Tucker Carlson, the conservative pundit who joined Fox News to anchor an early-evening hour just a few weeks ago, is now being primed for even bigger things: He has been named to replace Megyn Kelly in the network’s 9 p.m. hour starting January 9. Martha MacCallum, a veteran afternoon host at the network, will move to fill the network’s 7 p.m. slot on what is seen on an interim basis.
“In less than two months, Tucker has taken cable news by storm with his spirited interviews and consistently strong performance,” said Rupert Murdoch, executive chairman of Fox News Channel and its parent organization, 21st Century Fox, in a prepared statement. “Viewers have overwhelmingly responded to the show and we look forward to him being a part of Fox News’ powerful primetime line-up.” NBCUniversal announced Tuesday that it had hired Kelly to lead new programs set for daytime and Sunday evenings.

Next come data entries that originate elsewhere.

@dataclass(frozen=True)
class SharedFloor:
    """The irreducible error all settings share: estimate, band, and where it came from."""

    value: float
    low: float
    high: float
    capacity_index: int
    regularization_index: int
    informative: int          # how many settings had a well-determined asymptote
    evidence: str = ""        # why it counts as the data's floor, in words
    model_index: int = 0      # the model table of that setting (runs of several models)


def shared_floor(fits: Mapping[tuple, CurveFit], confidence: float = FLOOR_CONFIDENCE,
                 model_names: Sequence[str] = ()) -> SharedFloor | None:
    """Estimate the noise floor from the settings whose asymptote is well determined.

    Every setting's asymptote is the noise floor plus its own bias, so the
    floor lies below all of them. Among informative settings (narrow
    asymptote band, nearly converged, consistent with their
    training/validation bracket) the one with the lowest upper band edge
    gives the estimate and its band. None when no setting qualifies, when no
    informative setting of another capacity agrees with it (one model level
    cannot tell noise from bias), or when
    that estimate lies above another setting's measured error (the converged
    settings are biased, so the data bound the floor only from above).
    Curves still falling steeply are left out: their asymptote is an
    extrapolation that can land anywhere down to zero.

    Keys are (capacity_index, regularization_index), or (model_index,
    capacity_index, regularization_index) when the settings of several
    model tables (named `model_names`) are pooled: another model counts as
    another capacity.
    """
    informative = {}
    for key, fit in fits.items():
        if fit.asymptote_min > 0:      # pinned by an earlier floor, not measured
            continue
        low, high = fit.asymptote_band(confidence)
        if high - low > INFORMATIVE_FLOOR_RATIO * max(fit.asymptote, _TINY):
            continue
        if fit.validation_mean[-1] - fit.asymptote > CONVERGED_FRACTION * max(fit.asymptote, _TINY):
            continue
        largest = float(fit.sizes[-1])
        if float(fit.raw_predict(largest) - fit.raw_predict(2 * largest)) > fit.validation_se[-1]:
            continue          # still falling by more than its own noise per doubling
        if fit.midpoint_check(confidence).get("disagree"):
            continue
        if fit.train_mean is not None and np.isfinite(fit.train_mean[-1]) and \
                fit.validation_mean[-1] - fit.train_mean[-1] > CONVERGED_GAP * fit.validation_mean[-1]:
            continue          # training and validation curves have not met yet
        informative[key] = (fit.asymptote, low, high)
    if not informative:
        return None
    key = min(informative, key=lambda k: (informative[k][2], informative[k][0], k))
    value, low, high = informative[key]
    # One converged curve cannot tell noise from its own bias: a model too
    # simple for the data levels off above the floor, and its training and
    # validation errors bracket its own plateau, not the data's floor (the
    # bracket holds for any model's asymptote, biased or not). The floor
    # counts as known only when a converged setting of another capacity or
    # another model levels off at the same height (see _same_level): two
    # different amounts of flexibility sharing one level
    # leave no room for bias that more flexibility would remove.
    agreeing = [k for k, band in informative.items()
                if k[:-1] != key[:-1] and _same_level((value, low, high), band)]
    agreeing.sort(key=lambda k: (k[0] == key[0], k))    # another model first
    if not agreeing:
        return None
    evidence = _agreement_words(fits, key, agreeing[0], model_names)
    # The floor lies below every measured validation error (up to its noise).
    # When the converged settings' floor sits above another setting's
    # measurement they are biased, and the data do not pin the floor down.
    measured = [(float(f.validation_mean[-1]), float(f.validation_se[-1])) for f in fits.values()]
    ceiling = min(m + 2.0 * se for m, se in measured)
    if value > ceiling:
        return None
    high = min(high, ceiling)
    return SharedFloor(float(value), float(max(low, 0.0)), float(high), int(key[-2]),
                       int(key[-1]), len(informative), evidence,
                       int(key[0]) if len(key) == 3 else 0)


def _same_level(one: tuple[float, float, float], two: tuple[float, float, float]) -> bool:
    """Two plateaus (value, low, high) that level off at one height.

    Each inside the other's band; or, when both are well determined (band
    no wider than AGREEING_BAND_RATIO x the value), their difference within
    the root sum of squares of the band half-widths facing each other (the
    usual test of a difference of two independent estimates, normal
    approximation). A barely identified level agrees with nothing by the
    second rule, or it would agree with anything.
    """
    (value, low, high), (other, other_low, other_high) = one, two
    if low <= other <= high and other_low <= value <= other_high:
        return True
    if any(h - lo > AGREEING_BAND_RATIO * max(v, _TINY) for v, lo, h in (one, two)):
        return False
    (lower, _, lower_high), (upper, upper_low, _) = sorted([one, two])
    return upper - lower <= math.hypot(lower_high - lower, upper - upper_low)
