def poly_ridge_grid(X_train: np.ndarray, y_train: np.ndarray, X_val: np.ndarray, y_val: np.ndarray,
                    degrees: Sequence[int], alphas: Sequence[float], *, task: str, metric: str,
                    labels: np.ndarray | None = None) -> list[list[FastCell]]:
    """Errors of the poly-ridge pipeline for every (degree, alpha); result[i][j] is degrees[i], alphas[j].

    Equal to fitting ``PolynomialFeatures(d, include_bias=False) -> StandardScaler
    -> Ridge(alpha)`` (``RidgeClassifier`` for classification) on the training
    rows to within 1e-6 relative; cells where that cannot be promised are
    fitted the plain way (path "plain-fallback", with the reason in note).
    """
    from sklearn.preprocessing import PolynomialFeatures

    X_train, X_val = _as_design(X_train, "X_train"), _as_design(X_val, "X_val")
    y_train, y_val = np.asarray(y_train).ravel(), np.asarray(y_val).ravel()
    _check_rows(X_train, y_train, X_val, y_val)
    _check_task_metric(task, metric)
    if task == "classification" and metric != "error_rate":
        raise ValueError(f"poly-ridge classification has no probabilities; metric {metric!r} "
                         "needs them (only error_rate is possible)")
    degrees = [_positive_int(d, "degree") for d in degrees]
    alphas = np.asarray(alphas, dtype=float).ravel()
    if alphas.size == 0 or not degrees:
        return [[] for _ in degrees]
    if not np.all(np.isfinite(alphas)) or np.any(alphas <= 0):
        raise ValueError("alphas must be positive and finite")

    targets, decide = _ridge_targets(y_train, task)
    poly = PolynomialFeatures(max(degrees), include_bias=False).fit(X_train)
    P_train, P_val = poly.transform(X_train), poly.transform(X_val)

    grid: list[list[FastCell]] = []
    for degree in degrees:
        # the column count depends only on the number of inputs
        width = PolynomialFeatures(degree, include_bias=False).fit(X_train[:1]).n_output_features_
        grid.append(_one_degree(P_train[:, :width], P_val[:, :width], targets, decide,
                                y_train, y_val, X_train, X_val, degree, alphas, task, metric, labels))
    return grid
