"""SQLite dialect (sqlglot dialect "sqlite"), written against SQLite 3.40 (Python's sqlite3).

Storage, as the runner lays it out: int64 and bool INTEGER (bool 0/1), float64 REAL, string
TEXT, date TEXT 'YYYY-MM-DD', timestamp TEXT 'YYYY-MM-DD HH:MM:SS.ffffff' (six fraction digits,
so text order is time order). Dates and timestamps are therefore computed on that text.

What the faithful lowering works around, each measured on SQLite 3.40.1:

* No NaN: a NaN is stored as NULL, and an operation whose IEEE 754 result is NaN (inf - inf,
  0 * inf, fmod(inf, y)) gives NULL. Such a result raises the engine-limit tag
  ``rexpr-limit:nan`` (not an error class), so that row is an engine-limit row instead of reading
  as a null. NaN inputs are the runner's business (it reports them as input losses).
* int64 overflow turns ``+ - * /`` results into REAL and ``abs(-2^63)`` raises an untagged
  "integer overflow"; division or modulo by zero gives NULL; ``sqrt(-1)`` and ``ln(0)`` give
  NULL. Each is guarded into the tagged raise.
* ``round`` adds 0.5 and truncates (round(0.49999999999999994) = 1.0) and uses printf
  rounding with digits (round(2.675, 2) = 2.68): round(x) is rebuilt from trunc().
* ``LIKE`` is ASCII case-insensitive by default and the runner keeps it so: matching uses
  ``GLOB`` (case-sensitive, one UTF-8 character per ``?``) with the pattern translated.
* ``substr('abc', -1)`` counts from the end; a negative length counts backwards.
* Text functions stop at U+0000: ``length``, ``substr``, ``GLOB``, and ``replace`` with a NUL
  search. Where that would change the answer the lowering raises ``rexpr-limit:nul``.
* ``upper``/``lower`` map ASCII only; ``CAST(text AS REAL)`` reads a numeric prefix ('1.5x'
  is 1.5); REAL prints with 15 significant digits: none of these is pushed.
* ``coalesce`` needs two or more arguments; there is no ``concat`` before 3.44.

Errors are raised by ``rexpr_raise('rexpr:<class>')``, a function the runner registers on
its connection (not deterministic, so SQLite never evaluates it ahead of the row). The
sqlite3 module replaces the exception text, so the function must hand its tag to the
runner directly.
"""

from __future__ import annotations

import datetime as dt
import math
import sqlite3
import threading

from sqlglot import exp

from rexpr.catalogue.model import ErrorClass
from rexpr.errors import NotPushable
from rexpr.language.datetime_text import format_date
from rexpr.sql.dialects import _embedded as em, _trees as t
from rexpr.sql.profile import Capability, DialectProfile, Divergence, LowerContext, Lowerer
from rexpr.sql.quoting import Quoting, string_literal
from rexpr.typed import TCall
from rexpr.types import INT64_MAX, INT64_MIN, DataType, Kind

D = "sqlite"
Tree = t.Tree
B, I, F, S, DATE, TS = Kind.BOOL, Kind.INT64, Kind.FLOAT64, Kind.STRING, Kind.DATE, Kind.TIMESTAMP
QUOTING = Quoting(D, char_function="char", join="pipes")
RAISE_FUNCTION = "rexpr_raise"
LIMIT_TAG = "rexpr-limit:"  # not an error class: the runner reports an engine-limit row
TWO_52 = 2.0**52  # from here on every double is an integer (IEEE 754 binary64, 52 fraction bits)
TWO_53 = 2.0**53


def i8(value: int) -> Tree:
    return t.number(value)  # SQLite reads -9223372036854775808 as an integer


def f8(value: float) -> Tree:
    if math.isnan(value):
        raise NotPushable("SQLite has no NaN value")
    if math.isinf(value):
        return t.number("9e999" if value > 0 else "-9e999")  # overflows to ±inf when read
    if value.is_integer() and abs(value) < TWO_53:
        return t.number(repr(value))  # integral significand, no scaling: read exactly
    # SQLite's decimal-to-REAL conversion is not always correctly rounded (measured:
    # '-3.1315468202343167e-307' reads one ulp off), so other values are built exactly as
    # m * 2^e: m < 2^53 converts exactly, 2^e >= 2^-1074 is a double, the product is x itself.
    numerator, denominator = value.as_integer_ratio()
    exponent = -(denominator.bit_length() - 1)
    while numerator % 2 == 0 and exponent < 0:  # as_integer_ratio is already in lowest terms
        numerator //= 2
        exponent += 1
    return t.mul(t.cast(t.number(numerator), "REAL", D), t.call("power", t.number("2.0"), t.number(exponent)))


def typed_null(kind: Kind) -> Tree:
    return t.null()


def raise_(error: ErrorClass, kind: Kind) -> Tree:
    return t.call(RAISE_FUNCTION, t.string(f"rexpr:{error.value}"))


def limit(reason: str) -> Tree:
    return t.call(RAISE_FUNCTION, t.string(f"{LIMIT_TAG}{reason}"))


def is_raise(node: exp.Expression) -> bool:
    return isinstance(node, exp.Anonymous) and str(node.this).lower() == RAISE_FUNCTION


def timestamp_text(value: dt.datetime) -> str:
    return value.isoformat(sep=" ", timespec="microseconds")


def literal(value: object, data_type: DataType) -> Tree:
    kind = data_type.kind
    if value is None:
        return t.null()
    if kind is B:
        return i8(1 if value else 0)
    if kind is I:
        return i8(int(value))  # type: ignore[call-overload]
    if kind is F:
        return f8(float(value))  # type: ignore[arg-type]
    if kind is S:
        return string_literal(str(value), QUOTING)
    if kind is DATE:
        return t.string(format_date(value))  # type: ignore[arg-type]
    if kind is TS:
        assert isinstance(value, dt.datetime)
        return t.string(timestamp_text(value))
    raise NotPushable(f"no SQLite literal for {data_type.name}")


def compare(op: str, kind: Kind, a: Tree, b: Tree) -> Tree:
    # No NaN, BINARY collation (memcmp of UTF-8 = code point order), dates as canonical text.
    return t.COMPARE[op](a, b)


ENGINE = em.Engine(D, raise_, is_raise, typed_null, i8, "max", int_div=t.div, probe=None, compare=compare)


def _risky(tree: Tree) -> bool:
    return em.may_raise(tree, ENGINE)


def _has_nul(s: Tree) -> Tree:
    return t.gt(t.call("instr", s, t.call("char", t.number(0))), t.number(0))


def _nan_guard(node: TCall, args: list[Tree], value: Tree, checks: list[tuple[Tree, ErrorClass]]) -> Tree:
    """A float result that SQLite turns into NULL (IEEE NaN) raises the engine-limit tag."""
    # Non-null operands give NULL only for NaN; coalesce evaluates the raise only then.
    # The coalesce would also fire for a null operand, so null operands are tested first.
    return em.guarded(ENGINE, node, args, checks, t.call("coalesce", value, limit("nan")), nulls_first=True)


# ---------------------------------------------------------------------------------- arithmetic
def _arith(op: str) -> Lowerer:
    def lower(ctx: LowerContext, node: TCall, args: list[Tree]) -> Tree:
        if node.type.kind is I:
            return em.int_arith(ENGINE, node, args, op)
        value = {"add": t.add, "subtract": t.sub, "multiply": t.mul}[op](*args)
        return _nan_guard(node, args, value, [])
    return lower


def _zero_checks(node: TCall, divisor: Tree) -> list[tuple[Tree, ErrorClass]]:
    if em.nonzero_literal(node.args[1]):
        return []
    zero = i8(0) if node.args[1].type.kind is I else f8(0.0)
    return [(t.eq(divisor, zero), ErrorClass.DIVISION_BY_ZERO)]


def _divide(ctx: LowerContext, node: TCall, args: list[Tree]) -> Tree:
    a, b = args
    is_literal, divisor = em.literal_of(node.args[1])
    if em.nonzero_literal(node.args[1]) and math.isfinite(divisor):  # type: ignore[arg-type]
        return t.div(a, b)  # x / finite non-zero is never NaN here (x is never NaN in SQLite)
    return _nan_guard(node, args, t.div(a, b), _zero_checks(node, b))
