# ---------------------------------------------------------------------------------- strings
def _like(ctx: LowerContext, node: TCall, args: list[Tree]) -> Tree:
    if len(args) == 2:
        return exp.Like(this=t.paren(args[0]), expression=t.paren(args[1]))  # no default escape here
    is_literal, escape = em.literal_of(node.args[2])
    if not is_literal:
        ctx.refuse(node, "the escape must be a literal")
    if escape is None:
        return em.null_after(ENGINE, args)
    escape = str(escape)
    if len(escape) != 1:
        return em.guarded(ENGINE, node, args, [(t.boolean(True), ErrorClass.INVALID_ESCAPE)], typed_null(B))
    if escape in "%_":
        ctx.refuse(node, "an escape of % or _ is ambiguous in DuckDB's LIKE")
    if ord(escape) > 0x7F:  # measured on v2.0.1: 'é', '€' and U+1F600 are all a syntax error
        ctx.refuse(node, "DuckDB's LIKE takes only a one-byte (ASCII) escape character")
    static = em.static_like_error(node)
    if isinstance(static, ErrorClass):
        return em.guarded(ENGINE, node, args, [(t.boolean(True), static)], typed_null(B))
    match = t.like(args[0], args[1], string_literal(escape, QUOTING))
    checks = [] if static is None else [(em.escape_pattern_invalid(args[1], escape), ErrorClass.INVALID_ESCAPE)]
    return em.guarded(ENGINE, node, args, checks, match)


def _trim(fn: str) -> Lowerer:
    # An explicit set always: the default set is U+0020 only.
    return lambda ctx, node, args: t.call(fn, args[0], args[1] if len(args) > 1 else t.string(" "))


def _substr(s: Tree, start: Tree, count: Tree | None = None) -> Tree:
    # DuckDB refuses offsets and lengths above 2^32 - 1; past the end the answer is '' anyway.
    far = t.gt(start, t.call("length", s))
    if count is None:
        return t.case((far, t.string("")), default=t.call("substring", s, start))
    capped = t.case((t.gt(count, i8(SUBSTRING_MAX)), i8(SUBSTRING_MAX)), default=count)
    return t.case((far, t.string("")), default=t.call("substring", s, start, capped))


def _substring(ctx: LowerContext, node: TCall, args: list[Tree]) -> Tree:
    return em.substring(ENGINE, node, args, _substr)


def _position(ctx: LowerContext, node: TCall, args: list[Tree]) -> Tree:
    needle, haystack = args
    return em.ordered(ENGINE, node, args, t.call("strpos", haystack, needle))


def _call(fn: str) -> Lowerer:
    return lambda ctx, node, args: t.call(fn, *args)


# ---------------------------------------------------------------------------------- casts
_FLOAT_TEXT = r"[+-]?(?:(?:[0-9]+(?:\.[0-9]*)?|\.[0-9]+)(?:[eE][+-]?[0-9]+)?|(?i:inf|infinity|nan))"
_DATE_TEXT = r"[0-9]{4}-[0-9]{2}-[0-9]{2}"
_TIMESTAMP_TEXT = _DATE_TEXT + r"(?:[ Tt][0-9]{2}:[0-9]{2}:[0-9]{2}(?:\.[0-9]{1,6})?)?"


def _matches(text: Tree, regex: str) -> Tree:
    return t.call("regexp_full_match", text, t.string(regex))


def _spaces_trimmed(x: Tree) -> Tree:
    return t.call("trim", x, t.string(" "))  # the cast table trims U+0020 only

The selection of Carlson to fill Kelly’s slot – one of the most-watched on cable, let alone in cable news – suggests the network will work to bolster what has worked for years in its primetime schedule, namely featuring programming and personalities with a decidedly conservative bent. Executives at Fox News have been encouraged by Carlson’s appeal to younger demographics. Since joining the outlet in November to take over a slot that had been vacated by Greta Van Susteren, Carlson’s appeal among viewers between 25 and 54 and 18 and 49 has been noticeable. “Tucker Carlson Tonight,” which will also be the title of Carlson’s 9 p.m. show, finished December as the number two cable news program among adults between 25 and 54, the demographic most coveted by advertisers, Only Fox News’ “The O’Reilly Factor,” performed better, according to data from Nielsen.
That is a break from what might have been expected from Fox News in recent weeks. Speculation around Megyn Kelly position at the network held that the younger Murdochs wanted her to stay because they saw her as a chance to speak to a rising generation of Republicans, people who valued diversity of gender and culture. Carlson appears to have some youth appeal, but would seem less likely to press Republicans as hard as Kelly, who rose to fame by lobbing pointed questions at everyone from Karl Rove to Dick Cheney.
Carlson is no stranger to the cable-news wars. He has inhabited roosts on both MSNBC and CNN. He anchored “Tucker” on the former between 2005 and 2008, and spent five years co-hosting “The Spin Room” and “Crossfire” on the latter. He joined Fox News Channel in 2009 as a political contributor and was named co-host of the weekend edition of “Fox & Friends.” He has also had a career in print journalism, working at the conservative journal Policy Review and the Arkansas Democrat-Gazette and The Weekly Standard. In 2010, Carlson founded The Daily Caller, a conservative news site. He remains a passive owner, but no longer serves as the website’s editor-in-chief.
MacCallum, a veteran of NBC News and CNBC, will take over 7 p.m. with a new program called “The First 100 Days.” The show will chronicle the beginning of the new administration and run through President-elect Trump’s first 100 days in office, with a decision about the time slot to be made at a later date. MacCallum will also co-anchor the network’s Inauguration Day coverage on Friday, January 20th alongside Chief Political Anchor Bret Baier. MacCallum recently signed a multi-year deal to remain with Fox News, the network said Thursday. “For the last 12 years, our viewers have trusted her reporting and we are pleased she will be part of our primetime line-up for the first 100 days of the new presidency,” Murdoch said in his statement.